Whenever different cultural groups, for example nations, social, ethnic, or religious groups, interact,
intercultural relations exist. Frequently, in order to reduce complexity in understanding cultural
groups, and to create an - illusionary - sense of understanding, simplified characterisations of
groups, or stereotypes, are created. Stereotypes may be figmental, i.e. they may arise from
imaginary traits attributed to others, or they may be based on factual evidence, but extended by
generalisation so as to create an unrealistic perception of that group. In addition to simplification,
frequently, stereotypes serve to distinguish between groups in order to create an enhanced sense of
group identity. Document 36 illustrates widely held stereotypes of some European nations, and
Document 37 discusses a stereotypical representation of Asian people in a British sitcom.

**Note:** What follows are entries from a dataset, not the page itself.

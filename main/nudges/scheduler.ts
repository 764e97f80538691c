/**
 * The nudge scheduler: on every run it plans what is due (plan.ts), works out which of it
 * has not been shown yet (the nudge log, keys.ts), and hands the rest to the notifier —
 * one notification for a single nudge, one summary for several. Runs come from a
 * node-cron tick every minute, from app start and from system resume; a nudge that fell
 * due while the app was closed or asleep is therefore caught up at the next run, never
 * lost, and the log makes sure it is never shown twice, across restarts too.
 *
 * Everything it touches is a port, so tests drive it with a fake clock and in-memory
 * stores, and the app plugs in SQLite, Electron notifications and the Desk badge.
 */
import { createRequire } from 'node:module';
import type { Settings } from '../../shared/domain';
import { isValidTimeZone } from '../../shared/time';
import { deliveryKey } from './keys';
import { nudgeMessage, summaryMessage, type BatchCause } from './messages';
import { dueQuestionCount, planNudges, type Nudge, type NudgeKind, type PlanQuestion, type Snooze } from './plan';
import { inQuietHours } from './quiet';

export interface SchedulerPorts {
  clock: { now(): number };
  source: {
    /** The diary's unresolved questions (resolved and void ones get no nudges). */
    questions(): readonly PlanQuestion[];
    settings(): Settings;
    /** Snoozes, including ones that have run out (they mark a reminder as due again). */
    snoozes(): readonly Snooze[];
  };
  log: {
    wasDelivered(key: string): boolean;
    /** Marks `key` delivered at `at` (epoch ms); must be durable before the next run. */
    record(key: string, question_id: string, kind: NudgeKind, at: number): void;
  };
  notifier: {
    /** `question_id` is the question to open on click, or null for a summary (open the Desk). */
    notify(n: { title: string; body: string; question_id: string | null }): void;
  };
  /** Called with the number of nudges due (after snoozes) whenever it changes, and on the first run. */
  onDueCountChanged?: (count: number) => void;
}

export type RunReason = 'tick' | 'start' | 'resume';

export interface RunResult {
  /** Nudges newly delivered (and recorded) by this run. */
  delivered: number;
  /** True when they went out as one summary notification. */
  summary: boolean;
  /** Nudges due now, including ones delivered earlier. */
  due: number;
}

/** The part of a node-cron task the scheduler uses. */
export interface CronTask {
  start(): void;
  stop(): void;
  destroy(): void;
}

/** The part of the node-cron module the scheduler uses; tests pass a fake. */
export interface CronModule {
  createTask(expression: string, fn: () => void, options?: { name?: string; noOverlap?: boolean }): CronTask;
}

export interface Scheduler {
  runOnce(reason: RunReason): RunResult;
  /** Starts the minute tick, then runs once with reason 'start'. Does nothing if already started. */
  start(cronModule?: CronModule): void;
  /** Stops and discards the minute tick. Does nothing if not started. */
  stop(): void;
}

/**
 * A run this long after the previous one means the machine slept or the process stalled,
 * so what it finds is a catch-up. Two minutes plus slack for a late cron tick.
 */
export const CATCH_UP_GAP_MS = 150_000;

export const TICK_EXPRESSION = '* * * * *';

/**
 * node-cron, loaded when a scheduler first starts rather than when this module is: the
 * command line imports the service (and so this module) on every call but never starts a
 * scheduler, and loading node-cron is a noticeable part of a short command's start-up.
 */
function nodeCron(): CronModule {
  return createRequire(import.meta.url)('node-cron') as CronModule;
}

export function createScheduler(ports: SchedulerPorts): Scheduler {
  let lastRunAt: number | null = null;
  let heldByQuietHours = false;
  let lastDueCount: number | null = null;
  let task: CronTask | null = null;

  function batchCause(reason: RunReason, now: number): BatchCause {
    if (reason !== 'tick' || lastRunAt === null || now - lastRunAt > CATCH_UP_GAP_MS) return 'away';
    return heldByQuietHours ? 'quiet' : 'together';
  }

  function runOnce(reason: RunReason): RunResult {
    const now = ports.clock.now();
    const settings = ports.source.settings();
    const questions = ports.source.questions();
    const snoozes = ports.source.snoozes();
    const nudges = planNudges(questions, settings, snoozes, now);

    const dueQuestions = dueQuestionCount(nudges);
    if (dueQuestions !== lastDueCount) {
      lastDueCount = dueQuestions;
      ports.onDueCountChanged?.(dueQuestions);
    }

    const cause = batchCause(reason, now);
    lastRunAt = now;
    const zone = isValidTimeZone(settings.time_zone) ? settings.time_zone : 'UTC';
    if (inQuietHours(now, settings.quiet_hours, zone)) {
      // Nothing is shown or recorded: the held nudges go out after the quiet hours.
      heldByQuietHours = true;
      return { delivered: 0, summary: false, due: nudges.length };
    }

    const closes = new Map(questions.map((q) => [q.id, q.closes_at]));
    const pending: { nudge: Nudge; key: string; close: number }[] = [];
    for (const nudge of nudges) {
      const close = closes.get(nudge.question_id);
      if (close === undefined) continue; // planNudges only plans questions with a readable close
      const key = deliveryKey(nudge, close, zone, snoozes, now);
      if (!ports.log.wasDelivered(key)) pending.push({ nudge, key, close });
    }
    heldByQuietHours = false;

    const [only] = pending;
    if (!only) return { delivered: 0, summary: false, due: nudges.length };
    if (pending.length === 1) {
      const message = nudgeMessage(only.nudge, only.close, settings.closing_soon_hours, zone, now);
      ports.notifier.notify({ ...message, question_id: only.nudge.question_id });
    } else {
      const message = summaryMessage(pending.map((p) => p.nudge), cause);
      ports.notifier.notify({ ...message, question_id: null });
    }
    // Recorded after the notifier returns: a notification that failed is retried next run.
    for (const p of pending) ports.log.record(p.key, p.nudge.question_id, p.nudge.kind, now);
    return { delivered: pending.length, summary: pending.length > 1, due: nudges.length };
  }

  return {
    runOnce,
    start(cronModule?: CronModule) {
      if (task) return;
      cronModule ??= nodeCron();
      // The tick is scheduled before the start-up run, so a failing first run (its error
      // is rethrown to the caller) is retried by the next tick instead of ending nudges.
      task = cronModule.createTask(TICK_EXPRESSION, () => void runOnce('tick'), {
        name: 'forelog-nudges',
        noOverlap: true,
      });
      task.start();
      runOnce('start');
    },
    stop() {
      if (!task) return;
      task.stop();
      task.destroy(); // also drops it from node-cron's task registry
      task = null;
    },
  };
}
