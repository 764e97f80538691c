/**
 * CSV records (RFC 4180 §2) from text that arrives in chunks, so a file of any size is read
 * in the memory of one record. Fields are separated by commas; a field that starts with a
 * double quote runs to the next lone double quote and may hold commas, line breaks and
 * doubled double quotes (`""` reads as `"`); records end at CRLF, LF or a lone CR. Blank
 * lines come out as records with one empty field, so row numbers stay those a
 * spreadsheet shows. A double quote anywhere else is an error with its row and line.
 */
import { LONGEST_TEXT } from '../../shared/longest-text';

/** Text that is not CSV; `row` counts records from 1 (the header), `line` physical lines from 1. */
export class CsvSyntaxError extends Error {
  constructor(
    message: string,
    readonly row: number,
    readonly line: number,
  ) {
    super(message);
    this.name = 'CsvSyntaxError';
  }
}

export interface CsvRecord {
  fields: string[];
  /** 1-based record number: the header is row 1. */
  row: number;
  /** The physical line the record starts on. */
  line: number;
}

const QUOTE = 0x22;
const COMMA = 0x2c;
const CR = 0x0d;
const LF = 0x0a;

const enum State {
  /** At the start of a field. */
  Start,
  /** Inside a field that did not start with a quote. */
  Plain,
  /** Inside a quoted field. */
  Quoted,
  /** Just after a quote inside a quoted field: a doubled quote, or the field's end. */
  Quote,
}

/** Line breaks in text[from, to): LF, CRLF and lone CR each count once. */
function lineBreaks(text: string, from: number, to: number): number {
  let n = 0;
  for (let i = from; i < to; i++) {
    const c = text.charCodeAt(i);
    if (c === LF || (c === CR && text.charCodeAt(i + 1) !== LF)) n++;
  }
  return n;
}

/** Where `search` next occurs in `text` from `from`, or text.length when it does not. */
function nextIndex(text: string, search: string, from: number): number {
  const at = text.indexOf(search, from);
  return at === -1 ? text.length : at;
}

const SHOWN = 20;
/** A bit of the file as the message shows it: the last characters read, quoted as they are. */
const shown = (text: string) => `"${text.length > SHOWN ? `…${text.slice(-SHOWN)}` : text}"`;

/** The records of the CSV text in `chunks`, in order. Throws CsvSyntaxError. */
export function* readCsvRecords(chunks: Iterable<string>): Generator<CsvRecord> {
  let fields: string[] = [];
  /** The current field's text read so far in earlier chunks (or before a doubled quote). */
  let carry = '';
  let state = State.Start;
  let row = 1;
  let line = 1;
  let rowLine = 1;
  let quoteLine = 1;
  /** The last chunk ended with a CR that ended a record: a LF opening the next one belongs to it. */
  let skipLf = false;
  /** The last chunk ended inside a quoted field with a CR, counted as a line break. */
  let quotedCr = false;
  /** Adds `piece` to the field being read; a field too long to hold as one string is refused by its place. */
  const gather = (piece: string): void => {
    if (carry.length + piece.length > LONGEST_TEXT) {
      throw new CsvSyntaxError(
        `The file cannot be read at row ${row}, line ${rowLine}: field ${fields.length + 1} is longer than ${LONGEST_TEXT.toLocaleString('en-GB')} characters, the most that can be read as one piece (no column holds nearly that much). Correct it and import again.`,
        row,
        rowLine,
      );
    }
    carry += piece;
  };

  for (const text of chunks) {
    const n = text.length;
    let i = 0;
    if (skipLf && n > 0) {
      if (text.charCodeAt(0) === LF) i = 1;
      skipLf = false;
    }
    let from = i;
    // Where the next double quote and carriage return are in this chunk (n: none), found
    // once and moved on only when passed: a row with neither is read in one piece.
    let nextQuote = -1;
    let nextCr = -1;
    while (i < n) {
      if (state === State.Start && fields.length === 0 && carry === '') {
        // A whole row in this chunk with no quote and no line break but its own LF (or
        // CRLF): nothing to unquote, so split at the commas natively. Export writes nearly
        // every row so, and reading field by field here was most of a CSV import's reading.
        const lf = text.indexOf('\n', i);
        if (lf !== -1) {
          if (nextQuote < i) nextQuote = nextIndex(text, '"', i);
          if (nextCr < i) nextCr = nextIndex(text, '\r', i);
          if (nextQuote > lf && nextCr >= lf - 1) {
            const record = text.slice(i, nextCr === lf - 1 ? lf - 1 : lf).split(',');
            i = from = lf + 1;
            yield { fields: record, row, line: rowLine };
            row++;
            line++;
            rowLine = line;
            continue;
          }
        }
      }
      if (state === State.Quoted) {
        const q = text.indexOf('"', i);
        const end = q === -1 ? n : q;
        line += lineBreaks(text, i, end);
        // A CRLF inside a quoted field, cut between two chunks, is one line break, not two.
        if (quotedCr && i === 0 && end > 0 && text.charCodeAt(0) === LF) line--;
        quotedCr = end === n && n > i && text.charCodeAt(n - 1) === CR;
        gather(text.slice(from, end));
        if (q === -1) {
          i = n;
          break;
        }
        state = State.Quote;
        i = from = q + 1;
        continue;
      }
      if (state === State.Quote) {
        const c = text.charCodeAt(i);
        if (c === QUOTE) {
          gather('"');
          state = State.Quoted;
          i = from = i + 1;
          continue;
        }
        if (c !== COMMA && c !== CR && c !== LF) {
          throw new CsvSyntaxError(
            `The file is not valid CSV at row ${row}, line ${line}: in a quoted field, the double quote before ${shown(text.charAt(i))} ends the field early (a comma or the end of the line should follow it). A double quote inside a quoted field must be written twice (""); correct it and import again.`,
            row,
            line,
          );
        }
        // The quote closed the field; the comma or line break is read below.
        state = State.Plain;
        from = i;
      } else if (state === State.Start && text.charCodeAt(i) === QUOTE) {
        state = State.Quoted;
        quoteLine = line;
        i = from = i + 1;
        continue;
      }
      // A plain field (or the end of a quoted one): up to the next comma or line break.
      let j = i;
      let c = 0;
      while (j < n) {
        c = text.charCodeAt(j);
        if (c === COMMA || c === CR || c === LF || c === QUOTE) break;
        j++;
      }
      if (j === n) {
        gather(text.slice(from, n));
        state = State.Plain;
        i = n;
        break;
      }
      if (c === QUOTE) {
        throw new CsvSyntaxError(
          `The file is not valid CSV at row ${row}, line ${line}: field ${fields.length + 1} (${shown(carry + text.slice(from, j + 1))}) holds a double quote but does not start with one. A field holding commas, double quotes or line breaks must be enclosed in double quotes, with each double quote inside it doubled (""); correct it and import again.`,
          row,
          line,
        );
      }
      gather(text.slice(from, j));
      fields.push(carry);
      carry = '';
      state = State.Start;
      i = from = j + 1;
      if (c === COMMA) continue;
      yield { fields, row, line: rowLine };
      fields = [];
      row++;
      line++;
      rowLine = line;
      if (c === CR) {
        if (i < n) {
          if (text.charCodeAt(i) === LF) i = from = i + 1;
        } else skipLf = true;
      }
    }
  }

  if (state === State.Quoted) {
    throw new CsvSyntaxError(
      `The file is not valid CSV: the quoted field that starts in row ${row}, line ${quoteLine} is never closed. Add the missing closing double quote and import it again.`,
      row,
      quoteLine,
    );
  }
  // The last record has no line break after it: it ends with the file.
  if (state !== State.Start || fields.length > 0) {
    fields.push(carry);
    yield { fields, row, line: rowLine };
  }
}
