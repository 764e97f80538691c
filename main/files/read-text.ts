/**
 * A text file read as it comes off the disk: chunk by chunk, each decoded by the shared
 * decoder (UTF-8, or UTF-16 with a byte order mark; anything else refused with the line
 * and column of the first bad byte). Memory stays at one chunk whatever the file's size.
 * Synchronous, so an import can read inside its one write transaction.
 */
import fs from 'node:fs';
import { createTextDecoder } from '../../shared/text-decoding';

export const READ_CHUNK_BYTES = 1 << 20;

/** A file that could not be opened or read; says what to do. */
export class FileReadError extends Error {
  constructor(
    message: string,
    readonly code: string | undefined,
  ) {
    super(message);
    this.name = 'FileReadError';
  }
}

function describe(err: NodeJS.ErrnoException, file: string): FileReadError {
  const reasons: Record<string, string> = {
    ENOENT: `there is no file at ${file}; check the path`,
    EACCES: `you may not read ${file}; check its permissions`,
    EPERM: `you may not read ${file}; check its permissions`,
    EISDIR: `${file} is a folder; give the path of a file`,
    EIO: `the disk reported an error while reading ${file}; check it and try again`,
  };
  return new FileReadError(reasons[err.code ?? ''] ?? `could not read ${file}: ${err.message}`, err.code);
}

/**
 * The decoded text of `file`, in chunks; throws FileReadError or TextDecodingError.
 * `onRead` hears how many bytes of how many have been read after each chunk (for progress).
 */
export function* readTextFile(file: string, chunkBytes = READ_CHUNK_BYTES, onRead?: (bytes: number, total: number) => void): Generator<string> {
  let fd: number;
  try {
    fd = fs.openSync(file, 'r');
    if (fs.fstatSync(fd).isDirectory()) {
      fs.closeSync(fd);
      throw Object.assign(new Error('is a folder'), { code: 'EISDIR', syscall: 'open' });
    }
  } catch (err) {
    throw describe(err as NodeJS.ErrnoException, file);
  }
  try {
    const decoder = createTextDecoder();
    const buffer = Buffer.allocUnsafe(chunkBytes);
    const total = onRead ? fs.fstatSync(fd).size : 0;
    let read = 0;
    for (;;) {
      let n: number;
      try {
        n = fs.readSync(fd, buffer, 0, chunkBytes, null);
      } catch (err) {
        throw describe(err as NodeJS.ErrnoException, file);
      }
      if (n === 0) break;
      read += n;
      onRead?.(read, Math.max(total, read));
      const text = decoder.write(buffer.subarray(0, n));
      if (text) yield text;
    }
    const rest = decoder.end();
    if (rest) yield rest;
  } finally {
    fs.closeSync(fd);
  }
}
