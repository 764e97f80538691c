/**
 * The limit most file systems put on one name in a path (NAME_MAX on Linux and macOS, in
 * bytes of UTF-8), checked before a file is opened or created, so a name that is too long
 * is called that instead of "there is no diary" or the system's ENAMETOOLONG.
 */
import path from 'node:path';

export const NAME_MAX_BYTES = 255;

/**
 * Why `file` cannot name a file, or null: its own name, or a folder's on the way to it,
 * is longer than NAME_MAX_BYTES. Reads as a sentence ending in what to do.
 */
export function fileNameProblem(file: string): string | null {
  const resolved = path.resolve(file);
  const parts = resolved.split(path.sep);
  for (let i = 0; i < parts.length; i++) {
    const bytes = Buffer.byteLength(parts[i]!);
    if (bytes <= NAME_MAX_BYTES) continue;
    const whose = i === parts.length - 1 ? 'its name' : `the name of its folder ${parts[i]!.slice(0, 40)}…`;
    return `${resolved}: ${whose} is ${bytes.toLocaleString('en-GB')} bytes long, more than the ${NAME_MAX_BYTES} a file name may have; choose a shorter name.`;
  }
  return null;
}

Documents 38 - 41 discuss autostereotypes (stereotypes which cultural groups hold about
themselves): Document 38 represents an autostereotype of Scotland, which is discussed in detail in
Document 39. Documents 40 and 41 represent autostereotypes of Britain as created by politicians
and in the media. If stereotypes are combined with positive or negative attitudes and value
judgements towards other groups, they constitute prejudice. Documents 42 and 43 discuss
psychological processes and conditions which can lead to prejudice. Within any given society, the
existence of different cultural groups is tied up with the question to what extent cultural diversity
should be tolerated or to what extent cultural groups - usually minorities - should be required to
adapt or assimilate into the majority culture. Toleration of cultural diversity, or multiculturalism, is a
contentious political issue in many countries. See Document 44 on a speech by David Cameron
which is critical of the concept of multiculturalism, Document 45 on reactions to the Prime Minister's
views by ethnic minority organisations in the UK, and Document 46 on global reactions to the
speech. Document 47 compares attitudes towards multiculturalism in the UK to those in Germany
and various other European countries. Cultural diversity is an inevitable consequence of migration,
which is an equally contentious political topic in many countries. See Document 48 concerning the
rise of right-wing anti-immigration and racist parties across Europe, Document 49 for a discussion of
critical attitudes towards immigration within the UK, Document 50 for Nigel Farage's arguments
against immigration, and Document 51 for Tony Blair's warnings against xenophobic prejudice in the
UK. Documents 52 and 53 discuss accusations of prejudice against the British police in dealing with
with Black and Asian minorities. Documents 54, 55 and 56 discuss relations between the Muslim
community in the UK and the British government: Document 54 describes the discussion around the
so-called "Islamification" of certain schools in England, Document 55 argues that the Muslim
community in the UK needs to do more to uphold British values, and, in Document 56, a Muslim
teacher defends his view that schools should meet the cultural needs of the majority of its pupils.
Documents 57, 58 and 59 discuss relationships between Muslims and non-Muslims and attitudes
towards religious minorities across Europe. Document 60 describes the influence of Orthodox
churches in various Eastern European countries in relation to nationalism and the treatment of
ethnic, religious and LGBT minorities in those countries.